Through the emergence of pervasive computing and affordable wearable sensors, in-situ measurement of different bio-signals has become possible. This powerful source of data can be utilized for several purposes, including activity recognition and task identification. Toward this goal, an efficient algorithm for analyzing this large amount of data – which is gathered 24/7 – is essential. In this section, we use siHMM to model the data collected via Empatica E4 wristband (Empatica, 2015), a wearable device that can collect Electrodermal activity (EDA) (Boucsein, 2012), blood volume pulse (BVP), acceleration, and body temperature. EDA refers to changes in electrical properties of the skin caused by sudomotor innervation (Boucsein, 2012). EDA is an indication of physiological or psychological arousal and has been utilized to objectively measure affective phenomena and sleep quality (Sano et al., 2015).
Segmenting the sensor data can help psychophysiological activity recognition. For instance, it can help in finding stressful periods objectively in order to detect the roots of stress in a person’s lifestyle. However, manual labeling for large amounts of user data (days or months) is time-consuming and even invalid if not reported in a timely manner.

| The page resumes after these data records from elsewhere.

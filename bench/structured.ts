// Benchmark of issue 4 (structured data): a block bootstrap and a cluster bootstrap,
// n = 10,000 rows, B = 10,000 replicates, 95% percentile interval, each timed as a whole
// process against R's boot package on the same machine in the same run, interleaved:
//   block     Margin moving-block (blockLength 20), mean of an AR(1) series (φ = 0.6)
//             vs `Rscript bench/structured/tsboot.R` — tsboot(x, mean, l = 20, sim = "fixed")
//   cluster   Margin cluster (500 sites × 20 readings), median and mean
//             vs `Rscript bench/structured/cluster.R` — boot() over site ids, rebuilding the
//             data from the drawn sites with unlist(split(...)[i])
// Every program runs without the sandbox's own settings (bench/support/timed.ts, benchEnv).
// Prints medians of runs, peak RSS (GNU time) and the ratios R / Margin, target ≥ 10×; and,
// for scale, the seconds inside the computation alone (Margin's runRequest on one thread,
// R's boot()/tsboot() + boot.ci() as timed by the R script) — process start-up excluded.
//   node --import tsx bench/structured.ts     (also run at the end of `npm run bench`)
//   REPS (Margin runs, default 5), RREPS (R runs, default 3)
import { execFileSync, spawnSync } from 'node:child_process';
import { mkdirSync, rmSync, writeFileSync } from 'node:fs';
import { tmpdir } from 'node:os';
import path from 'node:path';
import { createRng } from '@/lib/resampling';
import { benchEnv, median, peakRss, type Run, timed as timedIn } from './support/timed';

const root = process.cwd();
const n = 10_000;
const B = Number(process.env.B ?? 10_000);
const reps = Number(process.env.REPS ?? 5);
const slowReps = Number(process.env.RREPS ?? 3);
const { env } = benchEnv();
const timed = (cmd: string, args: string[]): Run => timedIn(cmd, args, { cwd: root, env });

export interface StructuredCase {
  name: string;
  /** seconds inside the computation only: Margin's runRequest on one thread, R's boot()/tsboot() + boot.ci() */
  inside: { margin: number; r: number | null; ratio: number | null };
  margin: { seconds: number; rssMB: number | null; runs: number[]; se: number };
  r: { seconds: number; rssMB: number | null; runs: number[]; out: string } | null;
  ratio: number | null;
}

/** Runs the structured cases and returns their timings (also printed). */
export function runStructuredBench(): StructuredCase[] {
  const dir = path.join(tmpdir(), `margin-bench-structured-${process.pid}`);
  mkdirSync(dir, { recursive: true });
  try {
    // Invented data from the engine's own seeded generator: a daily nitrate series with
    // AR(1) dependence (φ = 0.6), and readings at 500 sampling sites with a site effect.
    const rng = createRng('bench', 'structured');
    const normal = () => Math.sqrt(-2 * Math.log(1 - rng.double())) * Math.cos(2 * Math.PI * rng.double());
    const series: number[] = [];
    let level = 0;
    for (let t = -100; t < n; t++) {
      level = 0.6 * level + normal();
      if (t >= 0) series.push(Math.round((5 + 0.5 * level) * 1e4) / 1e4);
    }
    const site: string[] = [];
    const reading: number[] = [];
    for (let g = 0; g < 500; g++) {
      const effect = 0.8 * normal();
      for (let j = 0; j < 20; j++) {
        site.push(`site-${g + 1}`);
        reading.push(Math.round(Math.exp(1.5 + 0.3 * effect + 0.4 * normal()) * 1e4) / 1e4);
      }
    }
    const seriesFile = path.join(dir, 'series.txt');
    writeFileSync(seriesFile, `${series.join('\n')}\n`);
    const clusterFile = path.join(dir, 'sites.csv');
    writeFileSync(clusterFile, `site,reading\n${site.map((s, i) => `${s},${reading[i]}`).join('\n')}\n`);
    const req = (name: string, body: object) => {
      const file = path.join(dir, `${name}.json`);
      writeFileSync(file, JSON.stringify({ ...body, B, seed: 'bench', intervals: { level: 0.95, methods: ['percentile'] } }));
      return file;
    };
    const cases = [
      {
        name: 'moving-block, mean, n = 10,000, l = 20  vs  tsboot(sim = "fixed")',
        request: req('block', { data: { nitrate: series }, statistic: { name: 'mean', column: 'nitrate' }, scheme: { name: 'moving-block', blockLength: 20 } }),
        r: [path.join(root, 'bench/structured/tsboot.R'), seriesFile, String(B), '20', '1'],
      },
      {
        name: 'cluster, median, 500 sites × 20  vs  boot() over site ids',
        request: req('cluster-median', { data: { site, nitrate: reading }, statistic: { name: 'median', column: 'nitrate' }, scheme: { name: 'cluster', by: 'site' } }),
        r: [path.join(root, 'bench/structured/cluster.R'), clusterFile, String(B), 'median', '1'],
      },
      {
        name: 'cluster, mean, 500 sites × 20  vs  boot() over site ids',
        request: req('cluster-mean', { data: { site, nitrate: reading }, statistic: { name: 'mean', column: 'nitrate' }, scheme: { name: 'cluster', by: 'site' } }),
        r: [path.join(root, 'bench/structured/cluster.R'), clusterFile, String(B), 'mean', '1'],
      },
    ];

    console.log(`Structured-data benchmark: n = ${n}, B = ${B}, percentile interval`);
    execFileSync(process.execPath, [path.join(root, 'lib/compute/build-engine.mjs')], { cwd: root });
    const rAvailable = spawnSync('Rscript', ['-e', 'library(boot)'], { encoding: 'utf8' }).status === 0;
    const out: StructuredCase[] = [];
    for (const c of cases) {
      // one untimed run of each program first, so none is timed with its files out of the page cache
      timed('npm', ['run', '-s', 'compute', '--', c.request]);
      if (rAvailable) timed('Rscript', c.r.map((a, i) => (i === 2 ? '100' : a)));
      const m: Run[] = [];
      const r: Run[] = [];
      // interleave: one R run after every few Margin runs, so load falls on both alike
      for (let i = 0; i < Math.max(reps, slowReps); i++) {
        if (i < reps) m.push(timed('npm', ['run', '-s', 'compute', '--', c.request]));
        if (rAvailable && i < slowReps) r.push(timed('Rscript', c.r));
      }
      const se = JSON.parse(m[0].out).se as number;
      // inside the computation: Margin's runRequest on one thread, in a fresh process (bench/structured/inside.ts)
      const insideMargin = Number(execFileSync(process.execPath, ['--import', 'tsx', path.join(root, 'bench/structured/inside.ts'), c.request, '3'], { cwd: root, encoding: 'utf8' }).trim());
      const insideR = r.length ? median(r.map((x) => Number(/inside ([\d.]+)/.exec(x.out)?.[1] ?? Number.NaN))) : null;
      const margin = { seconds: median(m.map((x) => x.seconds)), rssMB: peakRss(m), runs: m.map((x) => x.seconds), se };
      const rr = r.length ? { seconds: median(r.map((x) => x.seconds)), rssMB: peakRss(r), runs: r.map((x) => x.seconds), out: r[0].out } : null;
      // R's run i against Margin's run i, taken one after the other: load on the machine drifts
      // over minutes, and the pairs see alike load (the median of the pair ratios).
      const pairs = Math.min(m.length, r.length);
      const ratio = pairs ? median(Array.from({ length: pairs }, (_, i) => r[i].seconds / m[i].seconds)) : null;
      const insideRatio = insideR !== null ? insideR / insideMargin : null;
      out.push({ name: c.name, inside: { margin: insideMargin, r: insideR, ratio: insideRatio }, margin, r: rr, ratio });
      const f = (v: number | null, d = 2) => (v === null ? 'n/a' : v.toFixed(d));
      console.log(`\n${c.name}`);
      console.log(`  Margin ${f(margin.seconds, 3)} s (runs ${margin.runs.map((s) => s.toFixed(2)).join(', ')}), peak RSS ${f(margin.rssMB, 0)} MB, se ${se.toPrecision(5)}`);
      console.log(`  R      ${f(rr?.seconds ?? null, 3)} s (runs ${rr?.runs.map((s) => s.toFixed(2)).join(', ') ?? '—'}), peak RSS ${f(rr?.rssMB ?? null, 0)} MB, ${rr?.out ?? 'R not available'}`);
      console.log(`  ratio R / Margin ${f(ratio, 1)}×  (target ≥ 10×) ${ratio === null ? '' : ratio >= 10 ? 'met' : 'NOT met'}`);
      console.log(`  inside the computation: Margin ${f(insideMargin, 3)} s on one thread, R ${f(insideR, 3)} s: ${f(insideRatio, 1)}×`);
    }
    mkdirSync(path.join(root, 'bench/results'), { recursive: true });
    writeFileSync(path.join(root, 'bench/results/structured.json'), `${JSON.stringify({ when: new Date().toISOString(), n, B, cases: out }, null, 2)}\n`);
    console.log('\nwritten: bench/results/structured.json');
    return out;
  } finally {
    rmSync(dir, { recursive: true, force: true });
  }
}

if (process.argv[1] && path.resolve(process.argv[1]) === path.resolve(root, 'bench/structured.ts')) runStructuredBench();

We use a dataset with 12000 time steps, collected from a single user, and model the (normalized) observations (i.e., EDA, BVP and acceleration in 3 dimensions) by a multivariate Gaussian distribution. The hyperparameter setting is similar to that of Section5.3.
The labeling error in Table 2 shows that feature-independent siHMM, while performing comparably to sub-iHMM, outperforms iHMM by a relative error reduction of 50%. Fig. 5.4 demonstrates the inferred segments for siHMM and the baselines. It seems that the single observation feature that we are using for the experiment does not help in this dataset; however, more sophisticated features may help improving the segmentation.
We proposed a new Bayesian nonparametric model, siHMM, for modeling dynamics at two timescales in time series. Our model is a simple extension to the widely used iHMM and has an efficient inference scheme. Although our model is less flexible than other nonparametric models for hierarchical time series, we showed that it can perform reasonably well in practice. One potential application of our model is using the inferred state-independent transition vector () for summarizing a sequence. For instance, in the user behavior analysis, this vector may represent a user fingerprint and users can be grouped based on it. For a better understanding of this feature and the behavior of our model in other applications, a more comprehensive comparison with other models is useful.